On the first day, as many cigarettes as desired may be smoked. On the second day, the first cigarette is put off for one hour, but after that the smoker consumes as many as he wishes. On the third day, no cigarettes are smoked until two hours after rising, but, again, as many thereafter as are craved. If the program is carried out, smoking will cease in about two weeks. The theory is that, if the smoker can consume an unlimited number of cigarettes after his period of abstinence, he loses his fear of the program.
—Ladies’ Home Journal
702 Good Psychology: “I Have, They Don’t”

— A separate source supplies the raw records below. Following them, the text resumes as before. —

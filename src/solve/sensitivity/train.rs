//! Forward sensitivities through a train of vessels (or a tube with side feeds), unit by unit
//! as [`crate::solve::train`] solves it.
//!
//! A stream's sensitivity to θ_k is s = ∂(F_j, T, P, v)/∂θ_k. For each unit and each
//! parameter:
//!
//! 1. the join: the unit's inlet is mix(arriving, join); its sensitivity is the central
//!    difference of the same mixing function between the arriving stream moved to
//!    arriving ± δ·s_arriving with the join of the network at θ_k ± δ, and the one with both
//!    moved the other way, s_in = (mix⁺ − mix⁻)/2δ (the mixing differentiated to O(δ²));
//! 2. the bypass fraction b: through = (1 − b)·inlet, around = b·inlet, differenced alike
//!    (b may itself be the parameter);
//! 3. each stretch of the vessel (the whole vessel unless side feeds split a tube) is a single
//!    vessel, built by [`crate::solve::train::stretch_network`] from the study network at
//!    θ_k ± δ and its inlet moved to inlet ± δ·s_inlet; the single-vessel sensitivities
//!    ([`super::simulate_sensitivities`]) of that pair give the stretch's profile and outlet
//!    sensitivities; a side feed mixes with the stretch's outlet as a join does;
//! 4. the bypass rejoins the outlet, differenced as in 1.
//!
//! Every moved stream is nominal ± δ·s, so each vessel sees a direction centred on its own
//! nominal inlet, and the chain rule through the train is exact to O(δ²) at every mixing
//! point. The profile's sensitivities follow the train's profile point by point
//! ([`crate::solve::train::concatenate`]): a stretch's points take its own sensitivities, the
//! feed point the feed's, a unit's outlet point (after a bypass) the outlet stream's.
//!
//! A recycle loop is refused: its sensitivity is the derivative of a fixed point,
//! s_r = (I − ∂g/∂r)⁻¹ ∂g/∂θ, which needs the tube's sensitivity to its own inlet as a
//! matrix; not supported yet.

use super::{Perturbed, Sensitivities, simulate_sensitivities};
use crate::model::{Feed, Network, Phase, Unit};
use crate::reactor::Balance;
use crate::solve::train::{
    Piece, UnitRun, bypass_split, check_unit, concatenate, coolant_outlet, in_unit,
    liquid_outlet_volumetric, outlet_stream, rejoined, stretch_bounds, stretch_inlet,
    stretch_network, unit_inlet, unit_run, units_of,
};
use crate::solve::{SolveError, SolveOptions};
use crate::units::GAS_CONSTANT;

In 1952 a book was published under the title of Eisenhower written by Gunther, in which the author reveals that President Eisenhower had been a heavy smoker but because of failing health had been ordered to give up the habit. So Eisenhower quit. His health immediately improved, and he never went back to the habit.
Mr. Gunther related a conversation he had with the President shortly before publication of the book, in which he asked him if when in the company of others who were smoking he felt he was missing something, if it was difficult to refrain from smoking. To this Mr. Eisenhower replied, “No, I just think. “I had the will power to quit, and they haven’t.””
—Evangelistic Illustration
703 “Lighting Up” Students’ Futures
In the town of Randolph, Mass., a local high school wanted to set up a scholarship fund for local boys and girls. Under the slogan, “Light up a student’s Future, Not a Cigarette,” the town’s residents who smoked were asked to give up cigarettes for one day, giving the money saved to the scholarship fund. Every church in Randolph endorsed the plan, and cigarette counters in many stores were draped in black. In one day, $35,000 was received.
704 Pretending Also Helps
As I sat beside a man on a long bus trip, I noticed that every half hour or so he would check his watch, then twist his foot on the floor as if he were crushing a cigarette. Fascinated, I finally asked him what he was doing.
“Well,” he said patiently, “I’m trying to quit smoking. So, every time I get the urge to smoke, I pretend I’m just putting out a cigarette, and it kills the urge. Two weeks ago, I put out 30 imaginary cigarettes a day. Now I’m down to 28!”
—Reader’s Digest
705 First Class Quitting
Texas businessman Frank O Donnell once quite smoking. As part of the ritual of reinforcing his will power, he has been putting 60 cents into a jar each morning. This represents a pack and a half of cigarettes at 40 cents a pack and is a visual reminder of how much he is saving.
The other morning his young son Mike questioned the honesty of this. “You buy them at cut rate,” said Mike. “You don’t save that much.”
“My boy,” advised O’Donnell firmly, “when you quit anything, quit first class.”
—Dallas Morning News
706 Diagnosing Wrong Creature?
One unusual reason for giving up smoking is that of a Rancho Santa Fe, Calif., woman who quit because of her pet macaw. It developed a persistent cough. A veterinarian checked the macaw and determined that it didn’t have pneumonia or psittacosis, two of the possibilities that worried her. The final diagnosis was that the macaw was imitating the cough of its cigarette-smoking owner.